_The problem_. Your answer must consist of exactly the lines below, starting with the line with "std::string shown = pitch::format_trimmed(s.lowest_hz, 1)" and going on through the line with "const float v", and nothing else.

··· Data supplied ···

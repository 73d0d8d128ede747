// Settings — drone defaults, A4, text size, in-tune window, audio devices,
// and the hearing caution again. Every change is saved (ui/session/settings.h) and
// takes effect at once; a new text size from the next frame, a new device
// by reopening the engine.
#include "audio/midi_out.h"
#include "pitch/base/text.h"
#include "ui/render/imgui_host.h"
#include "ui/screens/palette.h"
#include "ui/screens/screen.h"
#include "ui/screens/widgets.h"

#include <algorithm>
#include <cmath>
#include <cstdio>
#include <string>
#include <vector>

namespace beatless::ui {

namespace {

ImVec4 v4(std::uint32_t c) { return ImGui::ColorConvertU32ToFloat4(c); }

class SettingsScreen final : public Screen {
public:
    ScreenId id() const override { return ScreenId::settings; }
    void build(AppState& app, const ScreenArea& area, double dt_s) override;

private:
    void section(const char* title);
    void label(const char* text);
    void indent();                       // to the fields' column
    void note(const std::string& text);  // a dim line under a field, wrapped to the column

    float col_x_ = 0.0f;  // window-relative x of the current column
    float col_w_ = 0.0f;
    void device_combo(AppState& app, const char* id, bool input);
    DevicePicker inputs_, outputs_;
    void midi_section(AppState& app, float field_w);
    void midi_port_combo(AppState& app, const char* id, bool input, float field_w);
    std::vector<audio::MidiPort> midi_ports_;  // listed again every 3 s while the screen shows
    double midi_listed_at_s_ = -1e9;

    float label_w_ = 0.0f;
    char root_buf_[32] = "";
    float font_scale_ = 0.0f;  // the slider's value while it is dragged
};

void SettingsScreen::section(const char* title) {
    ImGui::Spacing();
    ImGui::SetCursorPosX(col_x_);
    ImGui::PushFont(font_of(FontFace::medium));
    ImGui::TextUnformatted(title);
    ImGui::PopFont();
    const float x = ImGui::GetWindowPos().x + col_x_, y = ImGui::GetCursorScreenPos().y;
    ImGui::GetWindowDrawList()->AddRectFilled(ImVec2(x, y), ImVec2(x + col_w_, y + 1.0f), palette::kGrid);
    ImGui::SetCursorPosX(col_x_);
    ImGui::Dummy(ImVec2(col_w_, ImGui::GetStyle().ItemSpacing.y));
}

void SettingsScreen::label(const char* text) {
    ImGui::SetCursorPosX(col_x_);
    ImGui::AlignTextToFramePadding();
    ImGui::TextColored(v4(palette::kTextDim), "%s", text);
    ImGui::SameLine();
    ImGui::SetCursorPosX(col_x_ + label_w_);
}

void SettingsScreen::indent() { ImGui::SetCursorPosX(col_x_ + label_w_); }

void SettingsScreen::note(const std::string& text) {
    indent();
    ImGui::PushTextWrapPos(col_x_ + col_w_);
    ImGui::PushStyleColor(ImGuiCol_Text, v4(palette::kTextDim));
    ImGui::TextWrapped("%s", text.c_str());
    ImGui::PopStyleColor();
    ImGui::PopTextWrapPos();
}

void SettingsScreen::device_combo(AppState& app, const char* id, bool input) {
    const Settings& s = app.settings();
    const std::string& cur = input ? s.input_device : s.output_device;
    std::string chosen;
    if (!(input ? inputs_ : outputs_)
             .combo(app, id, cur, cur.empty() ? std::string("system default") : cur, input, false, chosen))
        return;
    input ? app.set_devices(chosen, s.output_device) : app.set_devices(s.input_device, chosen);
}

void SettingsScreen::midi_port_combo(AppState& app, const char* id, bool input, float field_w) {
    const Settings& s = app.settings();
    const std::string& cur = input ? s.midi_in : s.midi_out;
    ImGui::SetNextItemWidth(field_w);
    if (!ImGui::BeginCombo(id, cur.empty() ? "none" : cur.c_str())) return;
    std::string chosen = cur;
    if (ImGui::Selectable("none", cur.empty())) chosen.clear();
    for (const audio::MidiPort& p : midi_ports_)
        if (p.input == input && ImGui::Selectable((p.name + "  (" + p.api + ")").c_str(), p.name == cur))
            chosen = p.name;
    ImGui::EndCombo();
    if (chosen != cur)
        input ? app.set_midi(s.midi_out, s.midi_tuning, chosen) : app.set_midi(chosen, s.midi_tuning, s.midi_in);
}

void SettingsScreen::midi_section(AppState& app, float field_w) {
    const Settings& s = app.settings();
    if (ImGui::GetTime() - midi_listed_at_s_ > 3.0) {
        midi_ports_ = audio::list_midi_ports();
        midi_listed_at_s_ = ImGui::GetTime();
    }
    section("MIDI");
    label("Synth");
    midi_port_combo(app, "##midi_out", false, field_w);
    label("Retune by");
    ImGui::SetNextItemWidth(field_w);
    const bool mts = s.midi_tuning != "bend";
    if (ImGui::BeginCombo("##midi_tuning", mts ? "tuning messages (MTS)" : "pitch bend, a channel a voice")) {
        if (ImGui::Selectable("tuning messages (MTS)", mts)) app.set_midi(s.midi_out, "mts", s.midi_in);
        if (ImGui::Selectable("pitch bend, a channel a voice", !mts)) app.set_midi(s.midi_out, "bend", s.midi_in);
        ImGui::EndCombo();
    }
    label("Keyboard");
    midi_port_combo(app, "##midi_in", true, field_w);
    note(midi_ports_.empty()
             ? std::string("No MIDI ports: start a MIDI system (ALSA sequencer or JACK) and its ports appear here.")
             : std::string("While the drone is on, the synth plays it and a fixed target, tuned exactly. A key sets "
                           "the root; a key held with it, the target. A synth that ignores MTS plays tempered: "
                           "choose pitch bend."));
}

void SettingsScreen::build(AppState& app, const ScreenArea& area, double dt_s) {
    (void)dt_s;
    const float u = ui_unit();
    const Settings& s = app.settings();
    label_w_ = std::round(7.5f * u);
    const float pad = std::round(1.5f * u);
    begin_screen_panel("##settings", area, ImVec2(pad, std::round(0.6f * u)), true);
    // Two columns when the window is wide enough, one otherwise.
    const float gap = std::round(2.0f * u);
    const bool two = area.size.x - 2.0f * pad - gap >= 2.0f * 22.0f * u;
    col_w_ = two ? std::min(std::round(0.5f * (area.size.x - 2.0f * pad - gap)), std::round(32.0f * u))
                 : std::min(area.size.x - 2.0f * pad, std::round(36.0f * u));
    const float col_w = col_w_;
    const float field_w = col_w - label_w_;
    col_x_ = pad;
    const float top_y = ImGui::GetCursorPosY();
    section("Drone");
    label("Root");
    if (!ImGui::GetIO().WantTextInput) std::snprintf(root_buf_, sizeof root_buf_, "%s", s.root.c_str());
    ImGui::SetNextItemWidth(std::round(5.0f * u));
    if (ImGui::InputText("##root", root_buf_, sizeof root_buf_, ImGuiInputTextFlags_EnterReturnsTrue))
        app.set_root_text(root_buf_);
    ImGui::SameLine();
    ImGui::TextColored(v4(palette::kTextDim), "%.2f Hz", app.root_hz());
    note("A note (D3, Bb2) or a frequency in Hz; Enter applies it.");
    label("Timbre");
    ImGui::SetNextItemWidth(std::round(8.0f * u));
    if (ImGui::BeginCombo("##timbre", std::string(audio::timbre_name(s.timbre)).c_str())) {
        for (audio::Timbre t : audio::all_timbres())
            if (ImGui::Selectable(std::string(audio::timbre_name(t)).c_str(), t == s.timbre)) app.set_timbre(t);
        ImGui::EndCombo();
    }
    label("Level");
    float level = static_cast<float>(s.level_dbfs);
    ImGui::SetNextItemWidth(field_w);
    if (ImGui::SliderFloat("##level", &level, static_cast<float>(audio::kDroneMinLevelDbfs),
                           static_cast<float>(audio::kDroneMaxLevelDbfs), "%.0f dBFS RMS"))
        app.set_drone_level(std::round(level));
    char buf[160];
    std::snprintf(buf, sizeof buf,
                  "Starts from silence and rises to this level in a second; a limiter holds peaks at %.0f dBFS.",
                  audio::kDroneCeilingDbfs);
    note(buf);
    label("Add");
    bool fifth = s.fifth, octave = s.octave;
    if (ImGui::Checkbox("fifth (3/2)", &fifth)) app.set_fifth(fifth);
    ImGui::SameLine(0, 1.5f * u);
    if (ImGui::Checkbox("octave (2/1)", &octave)) app.set_octave(octave);

    section("Reference and readings");
    label("A4");
    float a4 = static_cast<float>(s.a4_hz);
    ImGui::SetNextItemWidth(std::round(8.0f * u));
    if (ImGui::DragFloat("##a4", &a4, 0.1f, 400.0f, 480.0f, "%.1f Hz")) app.set_a4(std::round(a4 * 10.0f) / 10.0);
    ImGui::SameLine();
    if (ImGui::Button("back to 440")) app.set_a4(440.0);
    label("In tune within");
    float tol = static_cast<float>(s.in_tune_cents);
    ImGui::SetNextItemWidth(field_w);
    if (ImGui::SliderFloat("##tol", &tol, 1.0f, 25.0f, "\xC2\xB1%.0f cents")) app.set_in_tune_cents(std::round(tol));
    label("Lowest note");
    {
        // Three useful floors: the lower, the longer each reading's window.
        struct Floor {
            double hz;
            const char* text;
        };
        static constexpr Floor kFloors[] = {{kDefaultLowestHz, "60 Hz: voices, strings to a cello's C"},
                                            {55.0, "55 Hz: a low bass voice"},
                                            {38.0, "38 Hz: double bass"}};
        std::string shown = pitch::format_trimmed(s.lowest_hz, 1) + " Hz";
        for (const Floor& f : kFloors)
            if (f.hz == s.lowest_hz) shown = f.text;
        ImGui::SetNextItemWidth(field_w);
        if (ImGui::BeginCombo("##lowest", shown.c_str())) {
            for (const Floor& f : kFloors)
                if (ImGui::Selectable(f.text, f.hz == s.lowest_hz)) app.set_lowest_hz(f.hz);
            ImGui::EndCombo();
        }
        if (s.lowest_hz < kDefaultLowestHz)
            note("A lower floor needs a longer window: readings settle a little later.");
    }

    section("Display");
    label("Text size");
    if (!ImGui::IsAnyItemActive() || font_scale_ <= 0.0f) font_scale_ = s.font_scale;
    ImGui::SetNextItemWidth(field_w);
    ImGui::SliderFloat("##font", &font_scale_, 0.5f, 3.0f, "%.1f x");
    if (ImGui::IsItemDeactivatedAfterEdit()) {
        const float v = std::round(font_scale_ * 10.0f) / 10.0f;
        app.set_font_scale(v);
        if (ImGuiHost* host = ImGuiHost::current()) host->set_font_scale(v);
    }

    if (two) {
        col_x_ = pad + col_w + gap;
        ImGui::SetCursorPosY(top_y);
    }
    section("Audio devices");
    label("Input");
    ImGui::SetNextItemWidth(field_w);
    device_combo(app, "##input", true);
    label("Output");
    ImGui::SetNextItemWidth(field_w);
    device_combo(app, "##output", false);
    note("Listening now: " + app.input_text());
    if (app.options().demo) note("With --demo the demo performer replaces the input in this run.");

    midi_section(app, field_w);

    section("Hearing caution");
    ImGui::SetCursorPosX(col_x_);
    ImGui::PushTextWrapPos(col_x_ + col_w);
    ImGui::TextWrapped("%s", caution_text());
    ImGui::PopTextWrapPos();
    ImGui::Spacing();
    ImGui::SetCursorPosX(col_x_);
    if (app.caution_needed()) {
        ImGui::PushStyleColor(ImGuiCol_Button, v4(palette::kAccent));
        if (ImGui::Button("I understand")) app.acknowledge_caution();
        ImGui::PopStyleColor();
        ImGui::SameLine();
        ImGui::TextColored(v4(palette::kWarning), "The drone stays off until you confirm.");
    } else {
        ImGui::TextColored(v4(palette::kTextDim), "Acknowledged. The drone can be started with Space.");
    }

    section("Files");
    ImGui::SetCursorPosX(col_x_);
    if (app.settings_file().empty() || !app.options().save_settings) {
        ImGui::TextColored(v4(palette::kTextDim), "Settings are not saved in this run");
    } else {
        ImGui::TextColored(v4(palette::kTextDim), "Settings are saved in");
        ImGui::SetCursorPosX(col_x_);
        ImGui::PushTextWrapPos(col_x_ + col_w);
        ImGui::TextWrapped("%s", app.settings_file().string().c_str());
        ImGui::PopTextWrapPos();
    }

    end_screen_panel();
}

}  // namespace

std::unique_ptr<Screen> make_settings_screen() { return std::make_unique<SettingsScreen>(); }

}  // namespace beatless::ui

···

_Task solution_.
        std::string shown = pitch::format_trimmed(s.lowest_hz, 1) + " Hz";
        for (const Floor& f : kFloors)
            if (f.hz == s.lowest_hz) shown = f.text;
        ImGui::SetNextItemWidth(field_w);
        if (ImGui::BeginCombo("##lowest", shown.c_str())) {
            for (const Floor& f : kFloors)
                if (ImGui::Selectable(f.text, f.hz == s.lowest_hz)) app.set_lowest_hz(f.hz);
            ImGui::EndCombo();
        }
        if (s.lowest_hz < kDefaultLowestHz)
            note("A lower floor needs a longer window: readings settle a little later.");
    }

    section("Display");
    label("Text size");
    if (!ImGui::IsAnyItemActive() || font_scale_ <= 0.0f) font_scale_ = s.font_scale;
    ImGui::SetNextItemWidth(field_w);
    ImGui::SliderFloat("##font", &font_scale_, 0.5f, 3.0f, "%.1f x");
    if (ImGui::IsItemDeactivatedAfterEdit()) {
        const float v = std::round(font_scale_ * 10.0f) / 10.0f;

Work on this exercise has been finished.